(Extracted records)
------------------------------------------------

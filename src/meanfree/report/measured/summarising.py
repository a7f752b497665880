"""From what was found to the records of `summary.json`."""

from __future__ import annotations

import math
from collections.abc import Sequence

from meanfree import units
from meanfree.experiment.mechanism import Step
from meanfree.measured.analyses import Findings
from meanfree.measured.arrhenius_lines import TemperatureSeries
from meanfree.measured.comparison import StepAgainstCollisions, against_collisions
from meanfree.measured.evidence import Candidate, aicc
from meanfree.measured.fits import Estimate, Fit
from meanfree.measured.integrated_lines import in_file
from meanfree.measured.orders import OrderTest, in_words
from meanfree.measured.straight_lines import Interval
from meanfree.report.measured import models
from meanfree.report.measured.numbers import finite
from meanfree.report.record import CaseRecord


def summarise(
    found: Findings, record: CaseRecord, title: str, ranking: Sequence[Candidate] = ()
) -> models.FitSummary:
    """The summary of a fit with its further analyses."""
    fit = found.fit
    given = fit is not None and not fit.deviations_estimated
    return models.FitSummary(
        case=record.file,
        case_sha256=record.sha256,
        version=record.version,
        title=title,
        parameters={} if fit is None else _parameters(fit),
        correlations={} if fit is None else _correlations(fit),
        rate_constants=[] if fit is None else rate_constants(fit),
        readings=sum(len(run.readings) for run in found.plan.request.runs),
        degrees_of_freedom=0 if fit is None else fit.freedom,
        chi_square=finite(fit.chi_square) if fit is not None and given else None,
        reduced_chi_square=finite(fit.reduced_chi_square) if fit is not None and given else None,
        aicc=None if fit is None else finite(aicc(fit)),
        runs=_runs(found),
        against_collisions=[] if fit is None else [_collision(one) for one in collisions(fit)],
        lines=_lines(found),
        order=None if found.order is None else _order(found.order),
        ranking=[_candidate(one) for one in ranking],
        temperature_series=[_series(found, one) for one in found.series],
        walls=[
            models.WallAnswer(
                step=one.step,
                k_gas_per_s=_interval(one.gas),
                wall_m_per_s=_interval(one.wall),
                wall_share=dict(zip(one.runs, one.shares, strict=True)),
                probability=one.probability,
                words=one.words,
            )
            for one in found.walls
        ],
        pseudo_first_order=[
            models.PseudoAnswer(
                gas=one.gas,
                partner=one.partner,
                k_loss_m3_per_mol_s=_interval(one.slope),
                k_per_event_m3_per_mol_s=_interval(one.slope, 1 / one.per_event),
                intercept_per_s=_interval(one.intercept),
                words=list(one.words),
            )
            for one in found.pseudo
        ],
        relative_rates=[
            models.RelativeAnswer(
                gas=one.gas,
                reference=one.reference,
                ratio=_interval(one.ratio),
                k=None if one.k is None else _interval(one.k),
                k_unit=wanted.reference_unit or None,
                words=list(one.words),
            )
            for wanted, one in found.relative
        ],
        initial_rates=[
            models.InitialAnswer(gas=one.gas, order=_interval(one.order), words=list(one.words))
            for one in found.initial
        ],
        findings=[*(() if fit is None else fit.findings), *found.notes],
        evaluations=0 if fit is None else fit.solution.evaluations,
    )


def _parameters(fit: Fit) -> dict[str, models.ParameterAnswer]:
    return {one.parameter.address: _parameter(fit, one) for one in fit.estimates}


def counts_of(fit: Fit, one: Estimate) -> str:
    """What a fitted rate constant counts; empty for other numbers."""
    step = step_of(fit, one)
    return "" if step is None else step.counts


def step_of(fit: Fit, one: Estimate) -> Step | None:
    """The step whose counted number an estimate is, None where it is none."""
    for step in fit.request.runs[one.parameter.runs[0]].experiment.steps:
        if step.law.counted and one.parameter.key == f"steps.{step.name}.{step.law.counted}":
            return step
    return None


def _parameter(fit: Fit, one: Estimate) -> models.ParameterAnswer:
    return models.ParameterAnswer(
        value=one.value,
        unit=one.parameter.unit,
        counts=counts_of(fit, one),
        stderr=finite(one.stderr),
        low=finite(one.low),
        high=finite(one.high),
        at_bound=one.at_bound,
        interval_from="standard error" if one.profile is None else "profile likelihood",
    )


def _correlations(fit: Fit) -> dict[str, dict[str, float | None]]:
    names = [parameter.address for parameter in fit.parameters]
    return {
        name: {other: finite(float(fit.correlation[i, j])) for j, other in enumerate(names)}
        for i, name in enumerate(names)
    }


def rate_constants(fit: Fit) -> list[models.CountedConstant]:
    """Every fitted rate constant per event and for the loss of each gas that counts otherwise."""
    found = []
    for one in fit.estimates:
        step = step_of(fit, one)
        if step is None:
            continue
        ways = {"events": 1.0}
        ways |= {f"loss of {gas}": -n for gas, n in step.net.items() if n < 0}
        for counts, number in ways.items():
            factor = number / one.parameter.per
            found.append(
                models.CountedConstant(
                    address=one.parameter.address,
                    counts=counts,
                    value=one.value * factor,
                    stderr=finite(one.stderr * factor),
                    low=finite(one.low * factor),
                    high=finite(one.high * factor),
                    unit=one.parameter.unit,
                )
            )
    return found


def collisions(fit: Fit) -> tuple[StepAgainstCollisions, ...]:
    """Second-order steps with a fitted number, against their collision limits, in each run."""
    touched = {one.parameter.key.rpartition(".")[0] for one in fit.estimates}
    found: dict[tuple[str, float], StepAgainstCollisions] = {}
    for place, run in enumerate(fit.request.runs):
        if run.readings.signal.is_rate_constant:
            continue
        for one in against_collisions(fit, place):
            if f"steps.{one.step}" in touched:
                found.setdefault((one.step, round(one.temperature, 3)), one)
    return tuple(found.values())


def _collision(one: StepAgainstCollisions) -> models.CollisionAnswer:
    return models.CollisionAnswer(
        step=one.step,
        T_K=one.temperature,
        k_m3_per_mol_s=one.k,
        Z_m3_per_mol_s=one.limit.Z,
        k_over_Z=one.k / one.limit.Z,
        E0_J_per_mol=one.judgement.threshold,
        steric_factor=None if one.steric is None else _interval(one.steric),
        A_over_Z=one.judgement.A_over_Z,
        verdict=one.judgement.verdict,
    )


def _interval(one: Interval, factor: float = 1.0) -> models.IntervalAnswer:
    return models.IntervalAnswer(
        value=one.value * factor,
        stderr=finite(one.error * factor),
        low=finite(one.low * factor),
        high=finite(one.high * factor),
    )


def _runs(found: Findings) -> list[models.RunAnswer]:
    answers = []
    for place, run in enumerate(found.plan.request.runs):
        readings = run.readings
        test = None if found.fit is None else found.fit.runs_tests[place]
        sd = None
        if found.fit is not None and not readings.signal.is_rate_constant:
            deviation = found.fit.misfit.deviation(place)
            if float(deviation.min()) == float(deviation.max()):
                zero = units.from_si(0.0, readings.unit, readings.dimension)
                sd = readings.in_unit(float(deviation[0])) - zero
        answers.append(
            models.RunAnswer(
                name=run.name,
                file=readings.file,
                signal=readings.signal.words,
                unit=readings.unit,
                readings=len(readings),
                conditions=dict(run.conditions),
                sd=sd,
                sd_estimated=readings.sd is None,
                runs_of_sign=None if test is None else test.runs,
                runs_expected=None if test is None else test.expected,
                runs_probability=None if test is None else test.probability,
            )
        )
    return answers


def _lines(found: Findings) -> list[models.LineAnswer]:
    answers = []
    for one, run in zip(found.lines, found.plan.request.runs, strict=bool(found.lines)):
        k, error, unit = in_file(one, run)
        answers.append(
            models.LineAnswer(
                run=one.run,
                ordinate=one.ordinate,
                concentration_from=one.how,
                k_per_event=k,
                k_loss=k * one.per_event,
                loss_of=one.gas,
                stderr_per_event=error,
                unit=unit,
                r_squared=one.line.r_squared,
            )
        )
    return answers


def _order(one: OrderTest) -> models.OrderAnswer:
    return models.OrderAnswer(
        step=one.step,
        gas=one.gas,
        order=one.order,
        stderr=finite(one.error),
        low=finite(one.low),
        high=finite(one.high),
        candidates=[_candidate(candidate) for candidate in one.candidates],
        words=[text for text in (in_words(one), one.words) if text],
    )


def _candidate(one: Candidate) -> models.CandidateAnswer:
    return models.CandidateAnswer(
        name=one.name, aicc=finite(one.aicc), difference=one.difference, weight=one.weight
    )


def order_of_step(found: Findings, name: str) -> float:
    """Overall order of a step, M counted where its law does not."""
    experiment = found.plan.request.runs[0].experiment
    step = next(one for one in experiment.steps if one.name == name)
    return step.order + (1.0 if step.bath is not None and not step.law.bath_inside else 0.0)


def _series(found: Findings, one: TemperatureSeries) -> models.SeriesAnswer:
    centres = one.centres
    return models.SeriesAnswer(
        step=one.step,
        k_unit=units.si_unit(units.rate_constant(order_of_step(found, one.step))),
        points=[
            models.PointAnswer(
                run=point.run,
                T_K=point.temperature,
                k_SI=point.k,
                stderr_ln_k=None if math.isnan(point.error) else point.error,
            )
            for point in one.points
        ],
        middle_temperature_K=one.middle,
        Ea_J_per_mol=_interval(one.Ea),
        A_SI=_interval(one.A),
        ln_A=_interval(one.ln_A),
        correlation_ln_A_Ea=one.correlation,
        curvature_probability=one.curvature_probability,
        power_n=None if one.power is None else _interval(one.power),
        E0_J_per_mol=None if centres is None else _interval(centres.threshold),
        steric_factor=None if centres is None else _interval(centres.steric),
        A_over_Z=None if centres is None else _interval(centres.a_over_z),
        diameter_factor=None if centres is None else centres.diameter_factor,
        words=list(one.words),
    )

------------------------------------------------

YOUR TASK
Take the lines from the start of the records through the line holding "from meanfree.measured.evidence import", both included, and please print them exactly, with nothing else.

EXPECTED ANSWER
filename src/meanfree/report/measured/summarising.py
repository a7f752b497665880
"""From what was found to the records of `summary.json`."""

from __future__ import annotations

import math
from collections.abc import Sequence

from meanfree import units
from meanfree.experiment.mechanism import Step
from meanfree.measured.analyses import Findings
from meanfree.measured.arrhenius_lines import TemperatureSeries
from meanfree.measured.comparison import StepAgainstCollisions, against_collisions
from meanfree.measured.evidence import Candidate, aicc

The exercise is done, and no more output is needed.